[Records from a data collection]
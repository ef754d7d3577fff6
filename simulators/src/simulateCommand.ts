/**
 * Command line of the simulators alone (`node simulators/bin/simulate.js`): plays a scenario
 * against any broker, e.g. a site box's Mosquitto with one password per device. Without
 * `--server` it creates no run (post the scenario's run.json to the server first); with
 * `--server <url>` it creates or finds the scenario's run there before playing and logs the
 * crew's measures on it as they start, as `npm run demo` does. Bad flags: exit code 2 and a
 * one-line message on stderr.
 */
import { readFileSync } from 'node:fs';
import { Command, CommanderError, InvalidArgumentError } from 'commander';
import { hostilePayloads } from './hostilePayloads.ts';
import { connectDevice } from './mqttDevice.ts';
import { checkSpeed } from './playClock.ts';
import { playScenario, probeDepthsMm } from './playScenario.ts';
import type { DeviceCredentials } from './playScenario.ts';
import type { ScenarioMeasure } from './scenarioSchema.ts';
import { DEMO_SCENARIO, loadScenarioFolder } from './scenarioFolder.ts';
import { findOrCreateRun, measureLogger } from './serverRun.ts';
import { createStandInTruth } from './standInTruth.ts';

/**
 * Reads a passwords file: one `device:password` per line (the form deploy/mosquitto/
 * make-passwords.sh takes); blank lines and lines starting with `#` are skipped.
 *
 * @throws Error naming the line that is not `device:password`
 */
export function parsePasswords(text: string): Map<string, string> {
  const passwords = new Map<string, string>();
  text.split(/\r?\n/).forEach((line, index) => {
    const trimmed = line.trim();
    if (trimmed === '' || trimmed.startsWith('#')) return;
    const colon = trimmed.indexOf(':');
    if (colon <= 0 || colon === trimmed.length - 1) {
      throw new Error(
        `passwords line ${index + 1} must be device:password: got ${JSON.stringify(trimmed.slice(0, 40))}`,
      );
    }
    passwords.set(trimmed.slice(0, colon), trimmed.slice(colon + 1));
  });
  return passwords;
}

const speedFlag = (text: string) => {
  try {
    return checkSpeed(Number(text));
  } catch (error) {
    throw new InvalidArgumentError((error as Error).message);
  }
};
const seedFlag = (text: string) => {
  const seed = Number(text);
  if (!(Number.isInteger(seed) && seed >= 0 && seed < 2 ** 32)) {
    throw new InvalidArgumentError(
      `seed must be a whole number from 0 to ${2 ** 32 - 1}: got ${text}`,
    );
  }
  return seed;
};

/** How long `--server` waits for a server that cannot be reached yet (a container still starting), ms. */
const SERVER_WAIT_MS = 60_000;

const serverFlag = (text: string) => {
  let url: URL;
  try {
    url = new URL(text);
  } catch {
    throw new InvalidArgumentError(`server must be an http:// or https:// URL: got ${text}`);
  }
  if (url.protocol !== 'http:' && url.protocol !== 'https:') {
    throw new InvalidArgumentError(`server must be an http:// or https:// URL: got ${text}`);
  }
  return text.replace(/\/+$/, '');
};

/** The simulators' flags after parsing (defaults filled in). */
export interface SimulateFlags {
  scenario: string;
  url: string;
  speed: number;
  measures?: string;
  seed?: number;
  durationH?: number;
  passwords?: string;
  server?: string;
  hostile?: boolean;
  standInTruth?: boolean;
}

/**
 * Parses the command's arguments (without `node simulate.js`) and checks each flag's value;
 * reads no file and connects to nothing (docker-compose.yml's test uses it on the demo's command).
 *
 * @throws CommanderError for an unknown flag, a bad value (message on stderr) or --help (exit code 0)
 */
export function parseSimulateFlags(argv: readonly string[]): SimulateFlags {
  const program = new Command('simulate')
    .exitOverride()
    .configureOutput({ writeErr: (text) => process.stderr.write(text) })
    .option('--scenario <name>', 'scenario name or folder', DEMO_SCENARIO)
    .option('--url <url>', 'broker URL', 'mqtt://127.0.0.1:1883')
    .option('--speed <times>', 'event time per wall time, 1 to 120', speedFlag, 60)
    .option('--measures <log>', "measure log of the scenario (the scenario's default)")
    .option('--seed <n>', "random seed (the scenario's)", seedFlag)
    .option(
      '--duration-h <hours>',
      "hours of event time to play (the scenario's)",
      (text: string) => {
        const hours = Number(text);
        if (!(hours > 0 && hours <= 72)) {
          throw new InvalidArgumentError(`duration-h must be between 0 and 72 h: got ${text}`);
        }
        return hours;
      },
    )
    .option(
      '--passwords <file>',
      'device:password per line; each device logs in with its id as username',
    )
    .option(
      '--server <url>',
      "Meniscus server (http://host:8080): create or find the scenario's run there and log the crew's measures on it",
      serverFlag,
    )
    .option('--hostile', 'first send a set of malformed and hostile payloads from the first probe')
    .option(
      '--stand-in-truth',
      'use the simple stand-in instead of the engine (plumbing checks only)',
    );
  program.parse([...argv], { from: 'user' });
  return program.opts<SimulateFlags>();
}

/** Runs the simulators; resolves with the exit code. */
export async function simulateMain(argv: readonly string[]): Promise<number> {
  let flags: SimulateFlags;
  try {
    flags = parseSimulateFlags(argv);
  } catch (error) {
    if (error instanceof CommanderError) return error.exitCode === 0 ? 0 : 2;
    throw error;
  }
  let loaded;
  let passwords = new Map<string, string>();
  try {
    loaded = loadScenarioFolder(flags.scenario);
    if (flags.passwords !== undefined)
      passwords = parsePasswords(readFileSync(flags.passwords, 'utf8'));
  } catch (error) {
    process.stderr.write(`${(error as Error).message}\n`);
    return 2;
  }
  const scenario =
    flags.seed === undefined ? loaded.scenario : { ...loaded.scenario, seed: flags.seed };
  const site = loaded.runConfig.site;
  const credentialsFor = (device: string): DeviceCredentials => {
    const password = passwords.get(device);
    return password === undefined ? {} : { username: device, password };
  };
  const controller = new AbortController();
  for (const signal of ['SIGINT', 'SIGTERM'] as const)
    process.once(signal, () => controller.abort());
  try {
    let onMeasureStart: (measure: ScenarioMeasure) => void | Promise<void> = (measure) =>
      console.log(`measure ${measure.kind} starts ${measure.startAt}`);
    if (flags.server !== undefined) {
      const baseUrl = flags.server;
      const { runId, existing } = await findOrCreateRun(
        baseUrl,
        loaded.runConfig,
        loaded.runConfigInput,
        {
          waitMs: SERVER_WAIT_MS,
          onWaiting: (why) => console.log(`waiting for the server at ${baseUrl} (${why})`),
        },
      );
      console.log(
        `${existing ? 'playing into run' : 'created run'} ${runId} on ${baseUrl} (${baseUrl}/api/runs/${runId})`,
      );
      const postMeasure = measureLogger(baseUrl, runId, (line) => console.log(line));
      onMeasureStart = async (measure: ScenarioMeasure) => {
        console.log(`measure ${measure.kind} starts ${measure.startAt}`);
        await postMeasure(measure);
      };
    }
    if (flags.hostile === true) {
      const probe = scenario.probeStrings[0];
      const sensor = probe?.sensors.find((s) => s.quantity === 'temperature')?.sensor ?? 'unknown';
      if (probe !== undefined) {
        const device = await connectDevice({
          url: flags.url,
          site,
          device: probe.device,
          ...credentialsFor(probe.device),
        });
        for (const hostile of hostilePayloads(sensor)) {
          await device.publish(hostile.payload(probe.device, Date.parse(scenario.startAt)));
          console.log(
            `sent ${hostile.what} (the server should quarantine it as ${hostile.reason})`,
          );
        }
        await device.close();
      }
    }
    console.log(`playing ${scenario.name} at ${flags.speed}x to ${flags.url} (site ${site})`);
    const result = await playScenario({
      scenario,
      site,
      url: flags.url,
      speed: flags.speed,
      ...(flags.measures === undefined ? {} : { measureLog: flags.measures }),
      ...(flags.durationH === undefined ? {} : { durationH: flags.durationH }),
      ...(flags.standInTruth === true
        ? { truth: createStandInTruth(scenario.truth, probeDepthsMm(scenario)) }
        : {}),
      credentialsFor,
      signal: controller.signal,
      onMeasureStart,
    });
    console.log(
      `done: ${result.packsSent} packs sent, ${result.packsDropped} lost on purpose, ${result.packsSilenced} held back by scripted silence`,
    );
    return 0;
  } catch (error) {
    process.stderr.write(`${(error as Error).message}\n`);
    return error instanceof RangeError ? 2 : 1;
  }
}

What you are asked to do | The lines above from the one containing "(exit code 0)" through the one containing "120', speedFlag, 60)" are to be set down exactly, and no others.

Response box |
 * @throws CommanderError for an unknown flag, a bad value (message on stderr) or --help (exit code 0)
 */
export function parseSimulateFlags(argv: readonly string[]): SimulateFlags {
  const program = new Command('simulate')
    .exitOverride()
    .configureOutput({ writeErr: (text) => process.stderr.write(text) })
    .option('--scenario <name>', 'scenario name or folder', DEMO_SCENARIO)
    .option('--url <url>', 'broker URL', 'mqtt://127.0.0.1:1883')
    .option('--speed <times>', 'event time per wall time, 1 to 120', speedFlag, 60)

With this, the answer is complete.